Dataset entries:
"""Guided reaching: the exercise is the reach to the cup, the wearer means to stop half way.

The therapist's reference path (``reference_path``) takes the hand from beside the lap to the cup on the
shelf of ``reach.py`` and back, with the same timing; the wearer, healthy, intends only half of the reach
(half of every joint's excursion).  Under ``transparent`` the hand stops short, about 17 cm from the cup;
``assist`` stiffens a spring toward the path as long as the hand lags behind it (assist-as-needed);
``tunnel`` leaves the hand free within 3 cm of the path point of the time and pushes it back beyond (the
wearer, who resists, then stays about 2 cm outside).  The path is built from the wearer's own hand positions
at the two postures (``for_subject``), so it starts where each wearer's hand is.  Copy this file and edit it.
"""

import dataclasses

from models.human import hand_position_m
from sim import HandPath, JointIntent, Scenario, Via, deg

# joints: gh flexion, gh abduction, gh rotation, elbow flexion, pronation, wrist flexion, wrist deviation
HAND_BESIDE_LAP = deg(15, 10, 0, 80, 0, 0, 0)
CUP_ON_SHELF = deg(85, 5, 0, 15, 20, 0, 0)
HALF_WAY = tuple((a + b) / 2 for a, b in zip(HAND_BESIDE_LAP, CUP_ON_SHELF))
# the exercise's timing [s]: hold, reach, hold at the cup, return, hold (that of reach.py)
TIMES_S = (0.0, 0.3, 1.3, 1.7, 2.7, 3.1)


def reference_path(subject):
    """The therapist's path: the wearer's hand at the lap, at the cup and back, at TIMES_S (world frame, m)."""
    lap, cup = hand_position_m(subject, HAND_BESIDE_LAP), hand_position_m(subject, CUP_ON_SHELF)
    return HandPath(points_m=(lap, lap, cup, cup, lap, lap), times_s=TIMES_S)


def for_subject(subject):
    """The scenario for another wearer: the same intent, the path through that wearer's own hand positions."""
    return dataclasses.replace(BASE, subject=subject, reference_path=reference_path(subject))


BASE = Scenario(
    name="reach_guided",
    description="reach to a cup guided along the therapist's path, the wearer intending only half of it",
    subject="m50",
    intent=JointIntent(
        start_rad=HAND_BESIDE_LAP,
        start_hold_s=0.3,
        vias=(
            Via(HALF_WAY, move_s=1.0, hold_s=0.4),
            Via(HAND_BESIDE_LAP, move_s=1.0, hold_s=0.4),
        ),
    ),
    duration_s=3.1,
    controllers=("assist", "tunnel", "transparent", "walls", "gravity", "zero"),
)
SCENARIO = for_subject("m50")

:: WHAT YOU NEED TO DO ::
Would you please transcribe the records above in full and exactly?

:: EXERCISE RESPONSE ::
"""Guided reaching: the exercise is the reach to the cup, the wearer means to stop half way.

The therapist's reference path (``reference_path``) takes the hand from beside the lap to the cup on the
shelf of ``reach.py`` and back, with the same timing; the wearer, healthy, intends only half of the reach
(half of every joint's excursion).  Under ``transparent`` the hand stops short, about 17 cm from the cup;
``assist`` stiffens a spring toward the path as long as the hand lags behind it (assist-as-needed);
``tunnel`` leaves the hand free within 3 cm of the path point of the time and pushes it back beyond (the
wearer, who resists, then stays about 2 cm outside).  The path is built from the wearer's own hand positions
at the two postures (``for_subject``), so it starts where each wearer's hand is.  Copy this file and edit it.
"""

import dataclasses

from models.human import hand_position_m
from sim import HandPath, JointIntent, Scenario, Via, deg

# joints: gh flexion, gh abduction, gh rotation, elbow flexion, pronation, wrist flexion, wrist deviation
HAND_BESIDE_LAP = deg(15, 10, 0, 80, 0, 0, 0)
CUP_ON_SHELF = deg(85, 5, 0, 15, 20, 0, 0)
HALF_WAY = tuple((a + b) / 2 for a, b in zip(HAND_BESIDE_LAP, CUP_ON_SHELF))
# the exercise's timing [s]: hold, reach, hold at the cup, return, hold (that of reach.py)
TIMES_S = (0.0, 0.3, 1.3, 1.7, 2.7, 3.1)


def reference_path(subject):
    """The therapist's path: the wearer's hand at the lap, at the cup and back, at TIMES_S (world frame, m)."""
    lap, cup = hand_position_m(subject, HAND_BESIDE_LAP), hand_position_m(subject, CUP_ON_SHELF)
    return HandPath(points_m=(lap, lap, cup, cup, lap, lap), times_s=TIMES_S)


def for_subject(subject):
    """The scenario for another wearer: the same intent, the path through that wearer's own hand positions."""
    return dataclasses.replace(BASE, subject=subject, reference_path=reference_path(subject))


BASE = Scenario(
    name="reach_guided",
    description="reach to a cup guided along the therapist's path, the wearer intending only half of it",
    subject="m50",
    intent=JointIntent(
        start_rad=HAND_BESIDE_LAP,
        start_hold_s=0.3,
        vias=(
            Via(HALF_WAY, move_s=1.0, hold_s=0.4),
            Via(HAND_BESIDE_LAP, move_s=1.0, hold_s=0.4),
        ),
    ),
    duration_s=3.1,
    controllers=("assist", "tunnel", "transparent", "walls", "gravity", "zero"),
)
SCENARIO = for_subject("m50")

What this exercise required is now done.